From the line containing "constant = np.exp(log_c)" through the last line of the entries below, repeat each line word for word and leave out the rest.

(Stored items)

***

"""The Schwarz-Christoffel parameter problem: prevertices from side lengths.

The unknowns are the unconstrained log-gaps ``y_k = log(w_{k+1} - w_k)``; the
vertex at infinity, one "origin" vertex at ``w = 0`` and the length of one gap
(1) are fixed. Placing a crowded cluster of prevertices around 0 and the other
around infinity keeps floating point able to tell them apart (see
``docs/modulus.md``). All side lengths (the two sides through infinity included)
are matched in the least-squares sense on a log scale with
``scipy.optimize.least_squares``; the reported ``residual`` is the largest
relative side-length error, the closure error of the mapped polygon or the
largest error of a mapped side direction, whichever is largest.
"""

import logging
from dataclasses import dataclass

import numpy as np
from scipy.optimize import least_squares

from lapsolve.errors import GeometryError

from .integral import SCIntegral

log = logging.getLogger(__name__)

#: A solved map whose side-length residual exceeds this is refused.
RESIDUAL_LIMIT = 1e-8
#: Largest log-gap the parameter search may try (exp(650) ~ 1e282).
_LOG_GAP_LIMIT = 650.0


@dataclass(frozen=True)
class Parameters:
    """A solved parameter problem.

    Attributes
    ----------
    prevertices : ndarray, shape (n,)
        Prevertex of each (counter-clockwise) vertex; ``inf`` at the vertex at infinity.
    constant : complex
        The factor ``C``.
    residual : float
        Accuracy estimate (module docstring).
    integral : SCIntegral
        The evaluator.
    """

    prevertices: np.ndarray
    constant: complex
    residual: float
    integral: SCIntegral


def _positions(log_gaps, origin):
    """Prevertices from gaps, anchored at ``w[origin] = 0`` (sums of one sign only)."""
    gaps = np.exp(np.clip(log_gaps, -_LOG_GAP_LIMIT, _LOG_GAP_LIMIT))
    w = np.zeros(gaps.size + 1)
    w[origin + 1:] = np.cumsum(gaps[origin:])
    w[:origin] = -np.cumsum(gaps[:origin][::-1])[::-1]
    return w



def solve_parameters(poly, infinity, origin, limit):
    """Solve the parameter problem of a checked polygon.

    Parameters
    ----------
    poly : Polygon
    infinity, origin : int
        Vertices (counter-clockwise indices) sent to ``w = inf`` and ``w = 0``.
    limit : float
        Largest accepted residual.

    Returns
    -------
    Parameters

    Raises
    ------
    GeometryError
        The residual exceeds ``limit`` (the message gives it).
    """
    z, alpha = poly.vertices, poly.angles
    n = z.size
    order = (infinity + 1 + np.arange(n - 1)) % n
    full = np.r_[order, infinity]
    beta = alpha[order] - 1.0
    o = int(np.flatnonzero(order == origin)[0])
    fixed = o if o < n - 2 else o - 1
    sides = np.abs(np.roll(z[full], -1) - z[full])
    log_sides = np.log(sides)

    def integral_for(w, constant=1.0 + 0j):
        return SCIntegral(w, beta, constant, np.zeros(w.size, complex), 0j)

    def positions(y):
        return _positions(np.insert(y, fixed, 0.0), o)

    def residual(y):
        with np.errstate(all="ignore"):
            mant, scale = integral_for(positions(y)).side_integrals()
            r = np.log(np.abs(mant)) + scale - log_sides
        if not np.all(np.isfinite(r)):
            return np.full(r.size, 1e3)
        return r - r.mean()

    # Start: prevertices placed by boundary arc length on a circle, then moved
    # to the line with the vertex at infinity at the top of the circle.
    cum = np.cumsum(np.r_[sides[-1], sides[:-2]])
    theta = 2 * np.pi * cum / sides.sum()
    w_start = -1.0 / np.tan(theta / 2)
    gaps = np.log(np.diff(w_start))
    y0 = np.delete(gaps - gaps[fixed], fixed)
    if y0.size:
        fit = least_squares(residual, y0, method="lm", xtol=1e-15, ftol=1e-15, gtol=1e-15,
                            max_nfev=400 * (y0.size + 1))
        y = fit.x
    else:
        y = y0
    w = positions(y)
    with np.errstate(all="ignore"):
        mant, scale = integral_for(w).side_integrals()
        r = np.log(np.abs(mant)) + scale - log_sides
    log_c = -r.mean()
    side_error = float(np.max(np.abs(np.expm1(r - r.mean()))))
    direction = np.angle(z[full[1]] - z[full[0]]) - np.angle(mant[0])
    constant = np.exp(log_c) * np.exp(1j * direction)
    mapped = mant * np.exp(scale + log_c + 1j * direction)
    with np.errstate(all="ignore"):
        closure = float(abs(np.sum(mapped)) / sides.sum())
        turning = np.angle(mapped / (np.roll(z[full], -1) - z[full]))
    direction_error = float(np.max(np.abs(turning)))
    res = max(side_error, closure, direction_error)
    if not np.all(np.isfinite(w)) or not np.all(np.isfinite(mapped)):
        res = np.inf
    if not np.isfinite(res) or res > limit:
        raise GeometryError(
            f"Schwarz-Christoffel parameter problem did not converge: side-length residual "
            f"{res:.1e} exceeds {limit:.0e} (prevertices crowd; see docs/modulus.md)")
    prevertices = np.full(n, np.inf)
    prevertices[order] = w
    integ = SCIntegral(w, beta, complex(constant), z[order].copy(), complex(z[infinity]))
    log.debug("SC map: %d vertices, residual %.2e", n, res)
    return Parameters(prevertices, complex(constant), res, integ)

***

- [EXERCISE OUTPUT]
    constant = np.exp(log_c) * np.exp(1j * direction)
    mapped = mant * np.exp(scale + log_c + 1j * direction)
    with np.errstate(all="ignore"):
        closure = float(abs(np.sum(mapped)) / sides.sum())
        turning = np.angle(mapped / (np.roll(z[full], -1) - z[full]))
    direction_error = float(np.max(np.abs(turning)))
    res = max(side_error, closure, direction_error)
    if not np.all(np.isfinite(w)) or not np.all(np.isfinite(mapped)):
        res = np.inf
    if not np.isfinite(res) or res > limit:
        raise GeometryError(
            f"Schwarz-Christoffel parameter problem did not converge: side-length residual "
            f"{res:.1e} exceeds {limit:.0e} (prevertices crowd; see docs/modulus.md)")
    prevertices = np.full(n, np.inf)
    prevertices[order] = w
    integ = SCIntegral(w, beta, complex(constant), z[order].copy(), complex(z[infinity]))
    log.debug("SC map: %d vertices, residual %.2e", n, res)
    return Parameters(prevertices, complex(constant), res, integ)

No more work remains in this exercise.